On May 7, 2026, Verizon confirmed it had cut a few hundred jobs nationwide in what is now the second major round of reductions in roughly six months. The company declined to provide an exact figure, telling reporters only that the cut amounted to less than 1% of its post-November workforce. Industry watchers and the most-cited press accounts have settled on a working estimate of roughly 500 positions.
A Verizon spokesperson framed the round as part of an ongoing rebalance, saying the company continues "to add headcount to grow parts of the business that are growing while making targeted job reductions to portions of the business where this is needed." Verizon was carrying more than 1,000 open job postings on its careers site at the time the May cut was announced.
The May round lands roughly seven months into the tenure of CEO Dan Schulman, the former PayPal chief executive who took over Verizon in October 2025. Within weeks of arriving, Schulman moved on the largest workforce reduction in the company's history.
One detail that separates the May 2026 round from most peer announcements is Verizon's refusal to give a number.
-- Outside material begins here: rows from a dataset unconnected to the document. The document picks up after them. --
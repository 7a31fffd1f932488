import { z } from 'zod';

export const livestockStatuses = ['thriving', 'stable', 'watch', 'sick', 'removed', 'died'] as const;
export const livestockStatus = z.enum(livestockStatuses);
export type LivestockStatus = z.infer<typeof livestockStatus>;

/** Removed and dead livestock no longer shape the tank's comfort range or its warnings. */
export const presentStatuses: readonly LivestockStatus[] = ['thriving', 'stable', 'watch', 'sick'];
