/** Photos a line may carry: 'message' photos of this tank, uploaded by its author, in no other line. */
async function checkPhotos(tx: Tx, actor: Actor, tankId: string, photoIds: string[]) {
  if (photoIds.length === 0) return;
  const usable = await tx
    .select({ id: photos.id })
    .from(photos)
    .where(
      and(
        inArray(photos.id, photoIds),
        eq(photos.tankId, tankId),
        eq(photos.subject, 'message'),
        eq(photos.uploadedBy, actor.id),
        unattachedPhoto(),
      ),
    );
  const ok = new Set(usable.map((row) => row.id));
  const issues: ErrorIssue[] = [];
  photoIds.forEach((id, index) => {
    if (photoIds.indexOf(id) !== index) {
      issues.push({ path: `body.photoIds.${index}`, message: 'this photo is already in the message' });
    } else if (!ok.has(id)) {
      issues.push({ path: `body.photoIds.${index}`, message: photoProblem });
    }
  });
  if (issues.length > 0) throw invalidFields(issues);
}

const notesAreStaffOnly = () =>
  new HttpError(
    403,
    'internal_notes_staff_only',
    'Only staff write internal notes. Send it as a message, which the company reads.',
  );

/** A line can be about an urgent visit request of its own tank only. */
async function checkUrgentRequest(tx: Tx, tankId: string, requestId: string) {
  const [request] = await tx
    .select({ id: urgentRequests.id })
    .from(urgentRequests)
    .where(and(eq(urgentRequests.id, requestId), eq(urgentRequests.tankId, tankId)));
  if (!request)
    throw invalidFields([
      { path: 'body.urgentRequestId', message: 'Not an urgent visit request of this tank.' },
    ]);
}

export interface SendOptions {
  /** The client's Idempotency-Key: a retry with the same key returns the line already stored. */
  clientKey?: string | null;
  /** Set when the line is about an urgent visit request of the same tank. */
  urgentRequestId?: string | null;
}

/**
 * Adds a line to the tank's conversation (making the conversation with its first line), in one
 * transaction with the conversation's state: its latest activity, and since when an owner has
 * waited for an answer (set by an owner's line, cleared by a staff message, untouched by a note).
 * The conversation row is locked for it, so lines of one conversation are stored one at a time,
 * each later than the one before. The other side is told afterwards (conversation-notify.ts).
 */
export async function sendMessage(
  deps: AppDeps,
  actor: Actor,
  tankId: string,
  input: NewMessage,
  options: SendOptions = {},
): Promise<{ message: MessageView; created: boolean }> {
  const tank = await findTankFor(deps.db, actor, tankId, 'read');
  if (input.internal && !roleCan(actor.role, 'conversations:notes')) throw notesAreStaffOnly();
  const clientKey = options.clientKey ?? null;
  const outcome = await deps.db.transaction(async (tx) => {
    await tx
      .insert(conversations)
      .values({ companyId: tank.companyId, tankId: tank.id })
      .onConflictDoNothing({ target: conversations.tankId });
    const [conversation] = await tx
      .select()
      .from(conversations)
      .where(eq(conversations.tankId, tank.id))
      .for('update');
    if (clientKey !== null) {
      const [earlier] = await tx
        .select()
        .from(conversationMessages)
        .where(
          and(eq(conversationMessages.authorId, actor.id), eq(conversationMessages.clientKey, clientKey)),
        );
      if (earlier) {
        if (earlier.tankId !== tank.id) {
          throw conflict(
            'idempotency_key_reused',
            'This Idempotency-Key was used for a message to another tank. Send with a new key.',
          );
        }
        return { row: earlier, photoIds: null, created: false };
      }
    }
    await checkPhotos(tx, actor, tank.id, input.photoIds);
    if (options.urgentRequestId) await checkUrgentRequest(tx, tank.id, options.urgentRequestId);
    const kind = input.internal ? ('internal-note' as const) : ('message' as const);
    const side = sideOf(actor);
    // A millisecond after the line before, should the clock say otherwise: the thread's order is
    // the order the lines were stored in.
    const last = conversation!.lastActivityAt?.getTime() ?? 0;
    const at = new Date(Math.max(deps.clock().getTime(), last + 1));
    const [row] = await tx
      .insert(conversationMessages)
      .values({
        conversationId: conversation!.id,
        companyId: tank.companyId,
        tankId: tank.id,
        kind,
        side,
        authorId: actor.id,
        authorName: actor.name,
        body: input.body,
        urgentRequestId: options.urgentRequestId ?? null,
        clientKey,
        createdAt: at,
        updatedAt: at,
      })
      .returning();
    if (input.photoIds.length > 0) {
      await tx
        .insert(messagePhotos)
        .values(input.photoIds.map((photoId, position) => ({ messageId: row!.id, photoId, position })));
    }
    const awaiting =
      side === 'owner'
        ? {
            awaitingReplySince: sql`coalesce(${conversations.awaitingReplySince}, ${at.toISOString()}::timestamptz)`,
          }
        : kind === 'message'
          ? { awaitingReplySince: null }
          : {};
    await tx
      .update(conversations)
      .set({ lastActivityAt: at, ...(kind === 'message' && { lastPublicAt: at }), ...awaiting })
      .where(eq(conversations.id, conversation!.id));
    // Whoever writes has read what came before.
    await readThrough(tx, conversation!.id, actor.id, row!.id);
    return { row: row!, photoIds: input.photoIds, created: true };
  });
  if (!outcome.created) {
    const [message] = await viewsOf(deps.db, [outcome.row]);
    return { message: message!, created: false };
  }
  try {
    await announceMessage(deps, outcome.row.id);
  } catch (error) {
    // The line is stored and the sender's screen shows it; the others still see it on their next look.
    deps.logger.error(
      { err: error, messageId: outcome.row.id },
      'telling the conversation about a message failed',
    );
  }
  return { message: viewOf(outcome.row, outcome.photoIds ?? []), created: true };
}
Most public companies that file restructuring rounds disclose either a headcount figure, a percentage, a charge against earnings, or some combination of the three. Verizon offered only the qualitative phrasing, "less than 1%."
For workers and shareholders, that ambiguity carries weight. WARN Act filings, when required, will eventually fill in state-by-state numbers, and 8-K disclosures may surface a restructuring charge in upcoming quarters. Until then, the precise scope of the May reduction is set by the company alone.
Verizon's pattern under Schulman is becoming a familiar 2026 template: a single very large reduction within months of a CEO transition, followed by smaller, less-disclosed waves that are framed as ordinary operating tempo. The cumulative human cost can grow substantially while each individual round stays small enough to avoid headline-level scrutiny.
The May 2026 round comes against a backdrop of stable wireless industry demand, a resurgent fiber buildout, and Verizon's own stated growth ambitions in Frontier-territory markets after the closing of the Frontier Communications acquisition in early 2026. None of that was the lever cited for the cut. The cited lever is internal cost structure, full stop.
Watch for two things in the next two quarters. The first is whether a restructuring charge surfaces in Verizon's Q2 or Q3 earnings disclosures, which would put a dollar figure on what the company would not put a headcount figure on. The second is whether a Q4 round follows the same pattern, in which case the seven-month cumulative tally moves from 13,500-ish to a meaningfully larger number, and the May framing as a one-off rebalance does not survive contact with the rest of the year.